IPLIX Media founding member & head- talent management & client servicing Arpan Soni is in agreement with Narayan, noting, “The new TDS rule will undoubtedly have an impact on the revenue of nano and micro-influencers as most of their associations are barter. However, it will not impact macro influencers to such an extent as they majorly undertake paid collaborations only.”

The best strategy for aspiring and budding creators will be to charge a nominal fee for the amount they’ll have to pay later on, Soni adds. “While we’ll definitely have to wait and watch to see the real impact it will have, at this juncture, creators, brands, and even agencies are waiting for more clarity.”

On the other hand, influencer marketing startup ClanConnect co-founder and COO Kunal Kishore Sinha believes that there will be minimal impact on micro and nano influencers, who will continue to work on barter and paid collaborations on a scale that isn’t taxable.

He stated, “The only big difference, then, will be that brands that currently offer such freebies will minimise making payments in kind and prefer cash transactions. Simply put, this is a positive move and will only lead to the growth and evolution of the influencer marketing ecosystem with no major change in influencer activities and opportunities.”

He also agrees that the government recognising the influencer marketing space as a mainstream business worthy of regulation is a positive development for the entire industry.
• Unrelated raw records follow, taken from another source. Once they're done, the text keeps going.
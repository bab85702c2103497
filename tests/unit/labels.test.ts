import { execFileSync, spawnSync } from "node:child_process";
import { mkdtempSync, readFileSync, readdirSync, rmSync, writeFileSync } from "node:fs";
import { createRequire } from "node:module";
import { tmpdir } from "node:os";
import path from "node:path";
import * as cdigit from "cdigit";
import sharp from "sharp";
import { beforeAll, describe, expect, test } from "vitest";
import { prepareZXingModule, readBarcodes, type ReaderOptions } from "zxing-wasm/reader";
import { AppError } from "@/lib/auth/errors";
import { LabelError, renderBarcode, type Symbology } from "@/lib/labels/barcodes";
import { renderLabelSheet, type LabelSpec } from "@/lib/labels/sheets";

// The oracle is ZXing-C++ (zxing-wasm), not bwip-js: a symbol counts as right only when an
// independent decoder reads back exactly what we encoded. Its .wasm normally comes from a CDN,
// so load the copy in node_modules.
beforeAll(async () => {
  const wasmPath = createRequire(import.meta.url).resolve("zxing-wasm/reader/zxing_reader.wasm");
  const wasm = readFileSync(wasmPath);
  await prepareZXingModule({
    overrides: { wasmBinary: wasm.buffer.slice(wasm.byteOffset, wasm.byteOffset + wasm.byteLength) as ArrayBuffer },
    fireImmediately: true,
  });
});

async function decode(png: Buffer, opts: ReaderOptions = {}) {
  return readBarcodes(new Uint8Array(png), { tryHarder: true, ...opts });
}

// GS1 mod-10 check digits, by cdigit (an independent implementation) pinned first to GS1's own
// worked example (docs/REFERENCES.md, § GS1: 629104150021 → 3).
const GTIN_DEMO = "1952773000100" + cdigit.gtin.compute("1952773000100"); // 952 is GS1's demo prefix
const GS1_TEXT = `(01)${GTIN_DEMO}(11)261201(21)K-PW2-26-00007-3`;

describe("GS1 check digits used as inputs", () => {
  test("cdigit agrees with GS1's worked example and the reference GTINs", () => {
    expect(cdigit.gtin.compute("629104150021")).toBe("3"); // GS1 General Specifications example
    expect(cdigit.gtin.validate("09521234543213")).toBe(true); // a valid GTIN-14 (docs/REFERENCES.md, § GS1)
    expect(cdigit.gtin.validate("09521234543214")).toBe(false);
    expect(GTIN_DEMO).toBe("19527730001001");
  });
});

describe("renderBarcode PNG decodes back to its text (oracle: zxing-wasm)", () => {
  test.each<[Symbology, string, string, string]>([
    // symbology, text, ZXing format, ZXing symbology identifier (ISO/IEC 15424: ]C0 plain Code 128)
    ["code128", "C-PW2-26-00042-Q", "Code128", "]C0"],
    ["datamatrix", "C-PW2-26-00042-Q", "DataMatrix", "]d1"],
    ["qrcode", "https://twinleaf.example/verify/7KQ2M9XW", "QRCode", "]Q1"],
  ])("%s %s", async (symbology, text, format, symbologyId) => {
    const png = await renderBarcode({ symbology, text, format: "png" });
    const [hit, ...rest] = await decode(png);
    expect(rest).toHaveLength(0);
    expect(hit?.format).toBe(format);
    expect(hit?.text).toBe(text);
    expect(hit?.symbologyIdentifier).toBe(symbologyId);
  });

  test("code128 with its human-readable line still decodes (text does not touch the bars)", async () => {
    const png = await renderBarcode({ symbology: "code128", text: "C-PW2-26-00042-Q", format: "png", includeText: true });
    const [hit] = await decode(png);
    expect(hit?.text).toBe("C-PW2-26-00042-Q");
  });

  // ZXing's HRI text mode gives the AI form "(01)…"; Plain mode gives the element string as
  // transmitted after FNC1, with GS (0x1D) ending a variable-length field that is not last.
  test.each([
    {
      text: GS1_TEXT,
      // (01) and (11) are fixed length and (21) is last, so no GS at all.
      plain: `01${GTIN_DEMO}11261201` + "21K-PW2-26-00007-3",
    },
    {
      // the element string example of docs/REFERENCES.md, § GS1, with the AI "01" its first field leaves out:
      // FNC1 01 09521234543213 17 100101 10 123ABC GS 21 1234567890.
      text: "(01)09521234543213(17)100101(10)123ABC(21)1234567890",
      plain: "0109521234543213" + "17100101" + "10123ABC" + "\x1d" + "211234567890",
    },
  ])("gs1-128 $text", async ({ text, plain }) => {
    const png = await renderBarcode({ symbology: "gs1-128", text, format: "png" });
    const [hri] = await decode(png, { textMode: "HRI" });
    expect(hri?.text).toBe(text);
    expect(hri?.contentType).toBe("GS1");
    expect(hri?.symbologyIdentifier).toBe("]C1"); // FNC1 in first position: GS1-128, not plain Code 128
    const [raw] = await decode(png, { textMode: "Plain" });
    expect(raw?.text).toBe(plain);
  });
});

describe("renderBarcode SVG", () => {
  // librsvg (through sharp) is a strict XML parser: it refuses malformed SVG, and the raster it
  // draws must decode with zxing-wasm, so the SVG is both well formed and the right symbol.
  test.each<[Symbology, string]>([
    ["code128", "C-PW2-26-00042-Q"],
    ["datamatrix", "C-PW2-26-00042-Q"],
    ["qrcode", "https://twinleaf.example/verify/7KQ2M9XW"],
    ["gs1-128", GS1_TEXT],
  ])("%s is well-formed SVG that decodes", async (symbology, text) => {
    const svg = renderBarcode({ symbology, text, format: "svg" });
    expect(svg).toMatch(/^<svg[^>]*xmlns="http:\/\/www\.w3\.org\/2000\/svg"/);
    expect(svg).toMatch(/<(path|rect)\b/);
    const png = await sharp(Buffer.from(svg), { density: 144 }).png().toBuffer();
    const [hit] = await decode(png);
    expect(hit?.text).toBe(text);
  });

  test("the SVG check itself rejects a malformed document", async () => {
    const svg = renderBarcode({ symbology: "code128", text: "C-PW2-26-00042-Q", format: "svg" });
    await expect(sharp(Buffer.from(svg.replace("</svg>", ""))).png().toBuffer()).rejects.toThrow();
  });
});

describe("renderBarcode refuses bad data with a LabelError", () => {
  // bwip-js lints GS1 data: a wrong (01) check digit must not become a printed label.
  test("bad GTIN check digit (09521234543214), PNG and SVG", async () => {
    const text = "(01)09521234543214(21)K-PW2-26-00007-3";
    const err = await renderBarcode({ symbology: "gs1-128", text, format: "png" }).catch((e: unknown) => e);
    expect(err).toBeInstanceOf(LabelError);
    expect(err).toBeInstanceOf(AppError);
    expect((err as LabelError).status).toBe(422);
    expect((err as LabelError).message).toMatch(/check digit/);
    expect((err as LabelError).message).not.toMatch(/bwipp|#\d+/); // no library internals for the user
    expect(() => renderBarcode({ symbology: "gs1-128", text, format: "svg" })).toThrow(LabelError);
  });

  test.each([
    ["gs1-128", "(01)09521234543213(21)A#B", /CSET 82/], // # is outside CSET 82
    ["gs1-128", "09521234543213", /GS1 data/], // not in AI form
    ["code128", "", /needs some text/],
  ] as const)("%s %j", async (symbology, text, message) => {
    await expect(renderBarcode({ symbology, text, format: "png" })).rejects.toThrow(message);
  });
});

// One entry per page object: "/Type /Page" (the page tree root is "/Type /Pages" and must not
// count), with that object's MediaBox. react-pdf (pdfkit) writes page dictionaries uncompressed.
function pdfPages(pdf: Buffer): number[][] {
  const objects = pdf.toString("latin1").match(/\d+ \d+ obj\b.*?\bendobj/gs) ?? [];
  return objects
    .filter((obj) => /\/Type\s*\/Page(?![A-Za-z])/.test(obj))
    .map((obj) => {
      const box = /\/MediaBox\s*\[\s*([-\d.\s]+)\]/.exec(obj);
      if (!box?.[1]) throw new Error("page without a MediaBox");
      return box[1].trim().split(/\s+/).map(Number);
    });
}

function specs(n: number, symbology: Symbology = "code128"): LabelSpec[] {
  return Array.from({ length: n }, (_, i) => {
    const serial = `C-PW2-26-${String(42 + i).padStart(5, "0")}-Q`;
    return {
      title: i % 2 ? "Cabinet · right" : "Cabinet · left",
      serial,
      lines: ["Demo model", "Demo finish", `Flitch F-${100 + i}`],
      barcode: { symbology, text: serial },
    };
  });
}

const PT = 72 / 25.4;

describe("renderLabelSheet", () => {
  test("the page counter sees /Page and not /Pages", () => {
    const fake = Buffer.from(
      "1 0 obj << /Type /Pages /Kids [2 0 R] /MediaBox [0 0 1 1] >> endobj 2 0 obj << /Type /Page /MediaBox [0 0 10 20] >> endobj",
      "latin1",
    );
    expect(pdfPages(fake)).toEqual([[0, 0, 10, 20]]);
  });

  test("A4 3×8: 30 labels on 2 A4 pages (595.28 × 841.89 pt, ISO 216)", async () => {
    const pdf = await renderLabelSheet(specs(30), "a4-3x8");
    expect(pdf.subarray(0, 5).toString()).toBe("%PDF-");
    const pages = pdfPages(pdf);
    expect(pages).toHaveLength(2);
    for (const [x0, y0, w, h] of pages) {
      expect([x0, y0]).toEqual([0, 0]);
      expect(w).toBeCloseTo(595.28, 2);
      expect(h).toBeCloseTo(841.89, 2);
    }
  });

  test.each([
    [24, 0, 1], // exactly one full sheet
    [25, 0, 2],
    [30, 20, 3], // 4 cells left on the part-used sheet, then 26 more
    [4, 20, 1], // fills the last four cells exactly
    [5, 20, 2],
  ])("A4: %i labels starting at cell %i → %i pages", async (n, startAt, expected) => {
    expect(pdfPages(await renderLabelSheet(specs(n), "a4-3x8", { startAt }))).toHaveLength(expected);
  });

  test("thermal: 3 labels on 3 pages of 100 × 50 mm (283.46 × 141.73 pt)", async () => {
    const pages = pdfPages(await renderLabelSheet(specs(3, "datamatrix"), "thermal-100x50"));
    expect(pages).toHaveLength(3);
    for (const [, , w, h] of pages) {
      expect(w).toBeCloseTo(100 * PT, 2);
      expect(h).toBeCloseTo(50 * PT, 2);
      expect(w).toBeCloseTo(283.46, 2);
      expect(h).toBeCloseTo(141.73, 2);
    }
  });

  test.each([[-1], [24], [1.5]])("A4 refuses startAt %d", async (startAt) => {
    await expect(renderLabelSheet(specs(1), "a4-3x8", { startAt })).rejects.toThrow(LabelError);
  });

  test("no labels is an error, not an empty PDF", async () => {
    await expect(renderLabelSheet([], "a4-3x8")).rejects.toThrow(LabelError);
  });

  test("bad GS1 data on a label surfaces as LabelError", async () => {
    const [label] = specs(1);
    const bad = { ...label!, barcode: { symbology: "gs1-128" as const, text: "(01)09521234543214" } };
    await expect(renderLabelSheet([bad], "thermal-100x50")).rejects.toThrow(/check digit/);
  });

  // 396 modules with quiet zones need 2 dots each (0.25 mm) at 203 dpi: 99 mm, more than the
  // 92 mm inside a 100 mm label. At 300 dpi, 2 dots are 0.17 mm and it fits.
  test("a GS1-128 too long for 203 dpi is refused, and fits at 300 dpi", async () => {
    const carton: LabelSpec = { title: "Carton", serial: "K-PW2-26-00007-3", barcode: { symbology: "gs1-128", text: GS1_TEXT } };
    await expect(renderLabelSheet([carton], "thermal-100x50")).rejects.toThrow(/too long .* 203 dpi/);
    expect(pdfPages(await renderLabelSheet([carton], "thermal-100x50", { printerDpi: 300 }))).toHaveLength(1);
  });
});

// The printed page, not just the PNG: rasterise the PDF with poppler and decode every label on it,
// which fails if text, the rule or the cell edge crowds a quiet zone. Needs poppler-utils.
const hasPdftoppm = spawnSync("pdftoppm", ["-v"]).status === 0;

describe.skipIf(!hasPdftoppm)("printed labels decode from the rasterised PDF (poppler + zxing-wasm)", () => {
  const DPI = 300;

  async function decodePdf(pdf: Buffer) {
    const dir = mkdtempSync(path.join(tmpdir(), "twinleaf-labels-"));
    try {
      const file = path.join(dir, "labels.pdf");
      writeFileSync(file, pdf);
      execFileSync("pdftoppm", ["-png", "-r", String(DPI), file, path.join(dir, "page")]);
      const pngs = readdirSync(dir).filter((f) => f.endsWith(".png")).sort();
      return Promise.all(pngs.map((f) => decode(readFileSync(path.join(dir, f)), { textMode: "HRI" })));
    } finally {
      rmSync(dir, { recursive: true, force: true });
    }
  }

  test("an A4 sheet of mixed symbologies, started at cell 2: each decodes inside its own cell", async () => {
    const kinds: Symbology[] = ["code128", "datamatrix", "qrcode"];
    const labels = specs(12).map((l, i) => {
      const symbology = kinds[i % 3]!;
      return { ...l, barcode: { symbology, text: symbology === "qrcode" ? `https://twinleaf.example/v/${l.serial}` : l.serial } };
    });
    labels.push({
      title: "Carton",
      serial: "K-PW2-26-00007-3",
      barcode: { symbology: "gs1-128", text: `(01)${GTIN_DEMO}(21)K-PW2-26-00007-3` },
    });
    const startAt = 2;
    const [page, ...more] = await decodePdf(await renderLabelSheet(labels, "a4-3x8", { startAt }));
    expect(more).toHaveLength(0);
    expect(page!.map((r) => r.text).sort()).toEqual(labels.map((l) => l.barcode.text).sort());

    // 70 × 37 mm cells, three across from x = 0, eight down centred on 297 mm (0.5 mm margins).
    const pxPerMm = DPI / 25.4;
    labels.forEach((label, i) => {
      const hit = page!.find((r) => r.text === label.barcode.text)!;
      const { topLeft, bottomRight } = hit.position;
      const cx = (topLeft.x + bottomRight.x) / 2 / pxPerMm;
      const cy = (topLeft.y + bottomRight.y) / 2 / pxPerMm;
      const cell = startAt + i;
      const [col, row] = [cell % 3, Math.floor(cell / 3)];
      expect(cx, label.barcode.text).toBeGreaterThan(col * 70);
      expect(cx, label.barcode.text).toBeLessThan((col + 1) * 70);
      expect(cy, label.barcode.text).toBeGreaterThan(0.5 + row * 37);
      expect(cy, label.barcode.text).toBeLessThan(0.5 + (row + 1) * 37);
    });
  });

  test("thermal labels at 203 dpi, one symbol per page", async () => {
    const labels: LabelSpec[] = [
      ...specs(1, "code128"),
      ...specs(1, "datamatrix"),
      { title: "Carton", serial: "K-PW2-26-00007-3", barcode: { symbology: "gs1-128", text: `(01)${GTIN_DEMO}(21)K-PW2-26-00007-3` } },
    ];
    const pages = await decodePdf(await renderLabelSheet(labels, "thermal-100x50"));
    expect(pages.map((hits) => hits.map((r) => r.text))).toEqual(labels.map((l) => [l.barcode.text]));
  });
});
Gaming talent management agency 8bit Creatives founder and CEO Animesh Agarwal too believes it to be a logical step. “Given that influencers receive the products, in exchange for providing the promotional service, it is income for them, and liable to tax, as per the fundamental principles of income tax. This move is also one of the first few official recognitions of the creator economy by the tax department, which is important for any industry to grow.”

“The 20K threshold is a welcome exception because it spares smaller creators and numerous modest home brands the hassle. Additionally, this TDS is not applicable in the case of returnable products, which is also logical. All in all, I feel the move is an indication of how bullish the government is on the creator economy, and how far we have come,” he further says.

Several of the influencers themselves while being sceptical about the impact of the move believe the new guidelines will definitely lead to a drop in barter deals being undertaken, making it slightly difficult for new influencers to enter the market.

Social media influencer Cherry Mardia shared, “A lot of influencers are lured by corporate freebies like vacations & gadgets. Since there will be a tax on this, both parties now- the brand & the influencer being taxed, both will be equally involved & mindful while promoting it vs an influencer being a passive consumer of a free gift.”

Content creator, podcaster, entrepreneur, and author Varun Duggirala added that while the idea comes from the right place, the system needs to be thought through. “For any regulation to work the system or process needs to be in line with how these transactions happen in reality, and therein lies the concern with this announcement. The creator space is still largely chaotic and this can very easily add to the chaos rather than help in systematising it.”

According to another influencer, The Bajis, “Collaborations like this foster the relationship between the creator and the brand and thus, help both of them grow parallelly. Therefore, eradicating them from the picture completely might become an obstacle to the growth of small and medium businesses along with creators.”

Aaliya Ilyasi, another influencer with a sizeable following, states that the problem arises because the creator now has to pay tax on a good/ service that they are not getting paid for in the first place! “Small-scale influencers and even small businesses start with barter collaborations to build a portfolio and it helps them get recognised by other creators and brands which then leads to more monetary gigs for these influencers and low-cost high return sales for the brands.”

On the bright side, several of them feel that this also recognises ‘being an influencer’ as ‘an actual job’, and dignifies the hours that they put into content creation as work, which will essentially translate into growth and progress for the industry.